[Entries taken from a collection]
----

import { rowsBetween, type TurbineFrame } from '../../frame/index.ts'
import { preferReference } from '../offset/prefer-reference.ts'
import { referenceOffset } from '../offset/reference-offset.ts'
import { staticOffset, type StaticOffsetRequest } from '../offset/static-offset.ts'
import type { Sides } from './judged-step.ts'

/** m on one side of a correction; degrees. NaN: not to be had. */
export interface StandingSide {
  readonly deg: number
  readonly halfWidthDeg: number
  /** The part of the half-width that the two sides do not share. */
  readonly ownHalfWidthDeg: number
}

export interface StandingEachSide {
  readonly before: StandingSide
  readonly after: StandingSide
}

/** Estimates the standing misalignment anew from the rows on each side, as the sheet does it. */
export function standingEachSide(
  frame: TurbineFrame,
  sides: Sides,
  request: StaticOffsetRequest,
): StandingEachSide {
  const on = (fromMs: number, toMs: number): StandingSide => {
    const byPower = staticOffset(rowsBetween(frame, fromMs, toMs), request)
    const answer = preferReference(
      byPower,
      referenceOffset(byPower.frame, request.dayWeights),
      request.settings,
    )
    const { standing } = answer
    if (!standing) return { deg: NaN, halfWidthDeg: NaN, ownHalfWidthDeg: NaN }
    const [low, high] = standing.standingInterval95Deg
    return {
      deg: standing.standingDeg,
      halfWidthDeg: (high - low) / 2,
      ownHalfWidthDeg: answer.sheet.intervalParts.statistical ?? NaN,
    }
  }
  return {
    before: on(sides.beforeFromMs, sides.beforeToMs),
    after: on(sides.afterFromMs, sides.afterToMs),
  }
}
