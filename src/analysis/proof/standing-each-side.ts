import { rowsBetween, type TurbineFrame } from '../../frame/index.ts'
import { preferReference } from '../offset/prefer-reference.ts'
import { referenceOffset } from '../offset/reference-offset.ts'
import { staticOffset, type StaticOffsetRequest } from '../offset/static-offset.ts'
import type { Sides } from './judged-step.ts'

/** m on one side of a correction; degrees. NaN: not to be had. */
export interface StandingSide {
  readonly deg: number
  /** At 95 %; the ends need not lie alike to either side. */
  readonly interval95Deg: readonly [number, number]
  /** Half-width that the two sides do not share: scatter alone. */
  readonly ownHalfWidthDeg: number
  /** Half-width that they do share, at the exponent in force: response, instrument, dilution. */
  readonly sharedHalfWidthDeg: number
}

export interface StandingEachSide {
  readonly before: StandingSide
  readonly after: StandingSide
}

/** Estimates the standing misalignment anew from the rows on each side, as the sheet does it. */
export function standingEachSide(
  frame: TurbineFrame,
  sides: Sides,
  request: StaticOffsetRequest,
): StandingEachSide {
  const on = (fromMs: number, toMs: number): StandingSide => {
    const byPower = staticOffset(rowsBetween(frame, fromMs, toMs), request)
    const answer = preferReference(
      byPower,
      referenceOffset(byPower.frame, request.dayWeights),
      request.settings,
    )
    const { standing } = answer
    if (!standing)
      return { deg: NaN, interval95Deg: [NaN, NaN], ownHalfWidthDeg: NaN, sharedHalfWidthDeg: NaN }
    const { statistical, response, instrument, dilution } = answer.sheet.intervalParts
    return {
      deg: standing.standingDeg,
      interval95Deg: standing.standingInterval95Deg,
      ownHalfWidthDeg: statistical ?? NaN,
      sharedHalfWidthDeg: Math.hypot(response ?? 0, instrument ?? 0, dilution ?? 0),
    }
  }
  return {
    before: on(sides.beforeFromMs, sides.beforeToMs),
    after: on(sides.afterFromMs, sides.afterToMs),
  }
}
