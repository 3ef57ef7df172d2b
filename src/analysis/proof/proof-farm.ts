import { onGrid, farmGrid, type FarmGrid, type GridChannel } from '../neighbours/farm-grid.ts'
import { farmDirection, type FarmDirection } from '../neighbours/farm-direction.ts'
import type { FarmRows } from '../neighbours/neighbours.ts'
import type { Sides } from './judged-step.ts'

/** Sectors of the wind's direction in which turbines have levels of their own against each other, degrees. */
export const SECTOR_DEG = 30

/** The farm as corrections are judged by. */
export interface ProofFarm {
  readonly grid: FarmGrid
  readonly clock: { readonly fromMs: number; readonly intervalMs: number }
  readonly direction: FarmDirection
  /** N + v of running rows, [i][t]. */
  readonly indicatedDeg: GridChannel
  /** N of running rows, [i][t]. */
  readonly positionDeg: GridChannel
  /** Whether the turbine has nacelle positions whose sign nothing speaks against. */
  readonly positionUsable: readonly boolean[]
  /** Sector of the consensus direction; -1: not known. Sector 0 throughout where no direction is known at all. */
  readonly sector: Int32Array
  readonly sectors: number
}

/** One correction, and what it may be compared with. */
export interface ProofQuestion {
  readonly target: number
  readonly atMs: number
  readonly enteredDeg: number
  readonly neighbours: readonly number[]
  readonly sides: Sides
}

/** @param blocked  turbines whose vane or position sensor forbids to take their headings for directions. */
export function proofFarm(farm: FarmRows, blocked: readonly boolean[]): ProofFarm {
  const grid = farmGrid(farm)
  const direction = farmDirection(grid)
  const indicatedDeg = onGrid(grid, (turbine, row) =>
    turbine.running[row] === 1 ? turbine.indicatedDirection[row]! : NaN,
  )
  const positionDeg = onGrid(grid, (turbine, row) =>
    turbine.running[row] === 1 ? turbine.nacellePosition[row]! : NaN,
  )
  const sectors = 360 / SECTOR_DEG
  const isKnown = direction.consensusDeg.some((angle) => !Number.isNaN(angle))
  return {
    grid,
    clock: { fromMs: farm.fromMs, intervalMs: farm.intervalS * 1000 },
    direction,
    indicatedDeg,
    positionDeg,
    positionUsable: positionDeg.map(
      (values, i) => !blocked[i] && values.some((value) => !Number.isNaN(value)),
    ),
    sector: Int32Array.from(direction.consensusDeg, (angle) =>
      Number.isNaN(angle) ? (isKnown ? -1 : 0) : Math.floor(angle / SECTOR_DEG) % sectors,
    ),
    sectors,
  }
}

----

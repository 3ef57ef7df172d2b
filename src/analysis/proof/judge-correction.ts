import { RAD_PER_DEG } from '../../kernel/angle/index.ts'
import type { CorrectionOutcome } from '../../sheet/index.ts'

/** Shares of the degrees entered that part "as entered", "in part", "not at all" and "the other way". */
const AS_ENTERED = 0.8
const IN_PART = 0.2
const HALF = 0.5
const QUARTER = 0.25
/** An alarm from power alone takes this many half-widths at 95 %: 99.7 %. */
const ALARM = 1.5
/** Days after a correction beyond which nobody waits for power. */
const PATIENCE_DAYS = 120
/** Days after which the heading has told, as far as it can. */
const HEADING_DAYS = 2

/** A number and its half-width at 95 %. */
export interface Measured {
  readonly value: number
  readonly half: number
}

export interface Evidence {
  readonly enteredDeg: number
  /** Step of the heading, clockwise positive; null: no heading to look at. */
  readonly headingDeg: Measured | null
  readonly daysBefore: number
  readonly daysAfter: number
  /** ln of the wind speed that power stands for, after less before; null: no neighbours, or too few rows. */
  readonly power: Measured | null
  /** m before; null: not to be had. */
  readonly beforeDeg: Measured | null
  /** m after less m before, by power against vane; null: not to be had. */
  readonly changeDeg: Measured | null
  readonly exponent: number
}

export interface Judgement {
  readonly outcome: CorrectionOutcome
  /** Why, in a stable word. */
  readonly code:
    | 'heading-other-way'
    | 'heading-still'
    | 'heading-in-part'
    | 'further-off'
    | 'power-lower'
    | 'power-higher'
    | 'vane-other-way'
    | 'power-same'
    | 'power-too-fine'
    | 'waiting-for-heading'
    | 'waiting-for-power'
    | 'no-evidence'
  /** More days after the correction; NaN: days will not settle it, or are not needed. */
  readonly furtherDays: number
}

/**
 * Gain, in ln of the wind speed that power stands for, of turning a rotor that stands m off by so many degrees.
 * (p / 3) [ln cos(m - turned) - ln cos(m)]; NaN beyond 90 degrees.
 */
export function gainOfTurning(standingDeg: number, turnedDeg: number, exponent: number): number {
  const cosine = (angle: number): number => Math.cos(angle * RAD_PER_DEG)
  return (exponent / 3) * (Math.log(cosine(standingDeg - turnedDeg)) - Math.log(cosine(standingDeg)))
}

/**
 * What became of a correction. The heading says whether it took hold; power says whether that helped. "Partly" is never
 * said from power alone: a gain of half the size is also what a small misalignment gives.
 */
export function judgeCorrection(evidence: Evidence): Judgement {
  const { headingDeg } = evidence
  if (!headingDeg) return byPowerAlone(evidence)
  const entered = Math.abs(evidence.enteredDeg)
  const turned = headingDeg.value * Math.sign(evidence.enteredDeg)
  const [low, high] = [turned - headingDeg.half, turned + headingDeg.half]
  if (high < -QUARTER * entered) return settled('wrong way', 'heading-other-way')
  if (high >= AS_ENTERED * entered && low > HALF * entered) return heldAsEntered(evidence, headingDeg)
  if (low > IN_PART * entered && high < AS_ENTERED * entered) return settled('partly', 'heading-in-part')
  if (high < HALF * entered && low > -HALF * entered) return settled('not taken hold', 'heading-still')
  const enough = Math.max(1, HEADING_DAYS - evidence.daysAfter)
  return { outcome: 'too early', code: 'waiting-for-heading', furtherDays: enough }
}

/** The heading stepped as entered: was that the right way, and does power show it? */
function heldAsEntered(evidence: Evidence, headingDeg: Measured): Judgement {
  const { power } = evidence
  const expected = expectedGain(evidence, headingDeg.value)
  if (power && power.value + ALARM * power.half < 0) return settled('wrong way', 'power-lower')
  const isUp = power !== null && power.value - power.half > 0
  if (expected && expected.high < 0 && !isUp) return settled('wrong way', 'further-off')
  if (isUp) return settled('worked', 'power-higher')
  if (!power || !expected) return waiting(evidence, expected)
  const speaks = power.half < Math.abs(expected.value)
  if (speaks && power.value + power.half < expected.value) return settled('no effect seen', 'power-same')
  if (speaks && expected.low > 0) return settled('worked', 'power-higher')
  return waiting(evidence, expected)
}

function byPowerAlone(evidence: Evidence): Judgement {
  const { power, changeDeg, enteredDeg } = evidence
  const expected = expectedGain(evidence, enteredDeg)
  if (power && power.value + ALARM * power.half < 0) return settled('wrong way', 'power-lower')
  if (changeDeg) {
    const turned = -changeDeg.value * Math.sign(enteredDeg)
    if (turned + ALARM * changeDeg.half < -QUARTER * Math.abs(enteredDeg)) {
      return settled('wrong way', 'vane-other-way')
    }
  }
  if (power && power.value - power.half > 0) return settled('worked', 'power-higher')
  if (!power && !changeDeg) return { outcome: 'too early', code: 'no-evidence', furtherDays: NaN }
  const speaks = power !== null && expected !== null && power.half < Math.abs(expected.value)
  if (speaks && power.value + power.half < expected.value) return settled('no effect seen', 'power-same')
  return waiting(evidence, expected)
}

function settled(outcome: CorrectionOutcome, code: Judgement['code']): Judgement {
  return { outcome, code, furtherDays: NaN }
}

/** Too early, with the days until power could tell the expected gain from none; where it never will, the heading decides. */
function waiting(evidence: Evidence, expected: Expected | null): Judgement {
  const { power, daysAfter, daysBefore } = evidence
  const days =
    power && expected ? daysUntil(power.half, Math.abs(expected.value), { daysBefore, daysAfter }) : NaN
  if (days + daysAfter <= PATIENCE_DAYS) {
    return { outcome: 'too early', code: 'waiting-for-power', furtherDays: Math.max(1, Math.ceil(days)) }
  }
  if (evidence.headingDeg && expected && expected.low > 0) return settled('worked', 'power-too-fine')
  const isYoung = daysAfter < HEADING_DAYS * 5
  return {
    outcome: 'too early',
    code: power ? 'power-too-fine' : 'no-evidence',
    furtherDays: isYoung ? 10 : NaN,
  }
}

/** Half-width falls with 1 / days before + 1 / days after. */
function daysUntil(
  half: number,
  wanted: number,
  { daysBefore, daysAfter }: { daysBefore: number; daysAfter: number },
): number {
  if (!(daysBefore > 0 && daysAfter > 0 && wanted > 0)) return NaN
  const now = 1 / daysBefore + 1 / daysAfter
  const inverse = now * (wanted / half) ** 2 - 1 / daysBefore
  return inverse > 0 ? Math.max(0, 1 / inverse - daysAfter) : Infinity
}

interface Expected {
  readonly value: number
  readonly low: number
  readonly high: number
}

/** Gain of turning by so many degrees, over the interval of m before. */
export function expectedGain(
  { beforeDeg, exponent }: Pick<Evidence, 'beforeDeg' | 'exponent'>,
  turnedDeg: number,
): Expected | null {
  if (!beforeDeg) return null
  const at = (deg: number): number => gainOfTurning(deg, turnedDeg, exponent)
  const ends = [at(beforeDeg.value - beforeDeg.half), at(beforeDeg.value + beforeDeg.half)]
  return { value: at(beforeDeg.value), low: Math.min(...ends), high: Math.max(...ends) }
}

----

● **EXERCISE DESCRIPTION**: Say how many lines in the records contain the string "intervalMs". No other text is needed.

● **REPLY TO THE EXERCISE**: 2